G) Page 188: Vous citez la date de l’été 5536(13) qui apparait bien dans plusieurs éditions du Choul’han Arou’h de l’Admour Hazaken, mais il s’agit, à l’évidence, d’une erreur d’imprimerie, car le Maguid de Mézéritch quitta ce monde en 5533(14) et il faut donc dire ici 5532(15). C’est ce qui figure dans le manuscrit de cette réponse de l’Admour Hazaken, qui se trouve dans la collection de mon beau-père, le Rabbi Chlita(16).

Le Chéérit Israël du Rav Y. D. de Vilednik dit que "il est interdit de rectifier les livres, car chaque erreur a sa raison d’être. On ne doit même pas supprimer une erreur évidente, mais simplement noter en marge qu’il s’agit d’une erreur d’imprimerie. Le véritable sage mentionnera donc toutes les versions qui existent de ce livre".

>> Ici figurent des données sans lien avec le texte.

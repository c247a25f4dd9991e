/**
 * Server configuration, read from the process environment at run time and checked once. This is the
 * only module in src that reads `process.env`.
 * (Read here rather than through astro:env so that scripts run outside Astro, such as the
 * demo seed, share exactly the same configuration.)
 */
import { z } from "zod";

/** The worker pool of the heavy calculations (read on its own too: the pool needs no database). */
const CalcEnv = z.object({
  /** Worker threads for the schedule and glazing calculations; unset: cores − 1 (at least 1); 0: on the main thread. */
  CALC_WORKERS: z.coerce.number().int("CALC_WORKERS must be a whole number").min(0).max(64).optional(),
  /** Calculations that may wait for a free worker; past it the answer is 503 with Retry-After. */
  CALC_QUEUE_LIMIT: z.coerce.number().int("CALC_QUEUE_LIMIT must be a whole number").min(0).max(10_000).default(16),
});

const Env = z.object({
  ...CalcEnv.shape,
  DATABASE_URL: z.string().min(1, "DATABASE_URL is required (postgres://…)"),
  BETTER_AUTH_URL: z.url().default("http://127.0.0.1:4321"),
  BETTER_AUTH_SECRET: z.string().min(32).optional(),
  /** Extra browser origins allowed to call the auth endpoints (comma-separated). */
  TRUSTED_ORIGINS: z.string().default(""),
  /** smtp://host:port — where outgoing mail goes. Unset: mail is logged, not sent. */
  SMTP_URL: z.string().optional(),
  MAIL_FROM: z.string().default("Paneray <no-reply@paneray.invalid>"),
  /** "off" switches better-auth's per-client rate limits off (the browser tests sign in often); anything else keeps them. */
  AUTH_RATE_LIMIT: z.string().default("on"),
  /**
   * Reverse proxies whose X-Forwarded-For / Forwarded headers are believed (comma-separated IP addresses or
   * CIDR blocks, e.g. "10.0.0.0/8, ::1"). Default none: the client address is the socket's.
   */
  TRUSTED_PROXIES: z.string().default(""),
  /** "off": this web server runs no job worker (run `npm run worker` beside it); anything else runs one inside it. */
  WORKER: z.string().default("on"),
  /** E-mail deliveries an organisation may start per hour (429 with Retry-After past it). */
  DELIVERY_RATE_LIMIT: z.coerce.number().int("DELIVERY_RATE_LIMIT must be a whole number").min(1).max(100_000).default(30),
  /** Requests one API key may make per minute (429 with Retry-After past it), counted in PostgreSQL. */
  API_KEY_RATE_LIMIT: z.coerce.number().int("API_KEY_RATE_LIMIT must be a whole number").min(1).max(1_000_000).default(600),
  /** Retries of a delivery whose sending failed, after the first attempt. */
  DELIVERY_RETRY_LIMIT: z.coerce.number().int("DELIVERY_RETRY_LIMIT must be a whole number").min(0).max(50).default(5),
  /** Seconds before the first retry; later ones wait about twice as long each time (with jitter). */
  DELIVERY_RETRY_DELAY_SECONDS: z.coerce.number().int("DELIVERY_RETRY_DELAY_SECONDS must be a whole number").min(1).max(3600).default(20),
  /** How often an idle worker looks for new jobs, in seconds. */
  JOB_POLL_SECONDS: z.coerce.number().min(0.5, "JOB_POLL_SECONDS must be at least 0.5").max(60).default(2),
});

export type ServerEnv = z.infer<typeof Env>;

let cached: ServerEnv | undefined;

export function serverEnv(): ServerEnv {
  if (!cached) {
    const parsed = Env.safeParse(process.env);
    if (!parsed.success) {
      const msg = parsed.error.issues.map((i) => `${i.path.join(".")}: ${i.message}`).join("; ");
      throw new Error(`Paneray configuration error: ${msg}`);
    }
    cached = parsed.data;
  }
  return cached;
}

let cachedCalc: z.infer<typeof CalcEnv> | undefined;

/** CALC_WORKERS and CALC_QUEUE_LIMIT, checked (they are also part of serverEnv()). */
export function calcEnv(): z.infer<typeof CalcEnv> {
  if (!cachedCalc) {
    const parsed = CalcEnv.safeParse(process.env);
    if (!parsed.success) {
      const msg = parsed.error.issues.map((i) => `${i.path.join(".")}: ${i.message}`).join("; ");
      throw new Error(`Paneray configuration error: ${msg}`);
    }
    cachedCalc = parsed.data;
  }
  return cachedCalc;
}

Je conclus en vous marquant mon respect et en vous souhaitant tout le bien,

M. Schneerson,

Notes

(1) Le Rav Yerou’ham Leiner, de Londres. Voir les lettres n°188 et 195.
(2) Paru dans la revue Talpyot de Tamouz 5709, à la page 167.
(3) "Rech Lakich tomba malade. Son épouse, soeur de Rabbi Yo’hanan, vint et pleura devant lui. Elle implora D.ieu: "Pardonne lui, pour le salut de mon fils". Mais, il dit: "Laisse ces orphelins, Je les maintiendrai en vie". Elle pria encore: "Pardonne lui pour que je ne sois pas veuve". Mais, il dit encore: "Que vos veuves placent leur confiance en Moi". Rabbi Chimeon Ben Lakich perdit alors la vie et Rabbi Yo’hanan en conçut beaucoup de peine. Les Sages demandèrent: "Qui ira alléger sa peine? Rabbi Eléazar Ben Pedath le fera, dont les raisonnements sont si subtiles". Il se rendit auprès de lui et prit place près de lui. Chaque fois que Rabbi Yo’hanan faisait mention d’un enseignement, il remarquait: "Une Boraïta conforte ta position". Il lui dit: "Es-tu comme Ben Lakich? Chaque fois que je citai un enseignement, il soulevait vingt quatre objections, auxquelles j’apportais vingt quatre explications, de sorte que le sujet pouvait être approfondi, alors que tu te contentes de dire: "Une Boraïta conforte ta position". Crois-tu que je ne sais pas que mon enseignement est exact?". Il continua donc à déchirer ses vêtements et à se lamenter. Il s’exclamait: "Où es-tu Ben Lakich? Où es-tu Ben Lakich?" et cria jusqu’à en perdre la raison. Alors, les Sages prièrent pour lui et il perdit la vie".
(4) La moitié du dégât causé, formulation talmudique dans laquelle l’action prônée est apparentée au Sage, auteur de cet enseignement.
(5) Voir, à ce propos, les lettres n°298, 399, 495.
(6) Le Rabbi Rachab.
(7) Après la sortie d’Egypte. Il s’agit ici de Na’hchon Ben Aminadav, mari de Miryam, qui traversa le premier la Mer Rouge et par le mérite duquel elle s’ouvrit.
(8) Faisant un rapprochement entre Katsé, l’extrémité et Katsin, le dignitaire.
(9) Faisant un rapprochement entre Asafsouf, les plus méprisables et Assef, réunir.
(10) Voir, à ce propos, la lettre n°11.
(11) Du Baal Chem Tov.
(12) Disciple du Gaon de Vilna.
(13) 1776.
(14) 1773.
(15) 1772.
(16) Et dont la photocopie est imprimée dans le Choul’han Arou’h de l’Admour Hazaken paru aux éditions Kehot.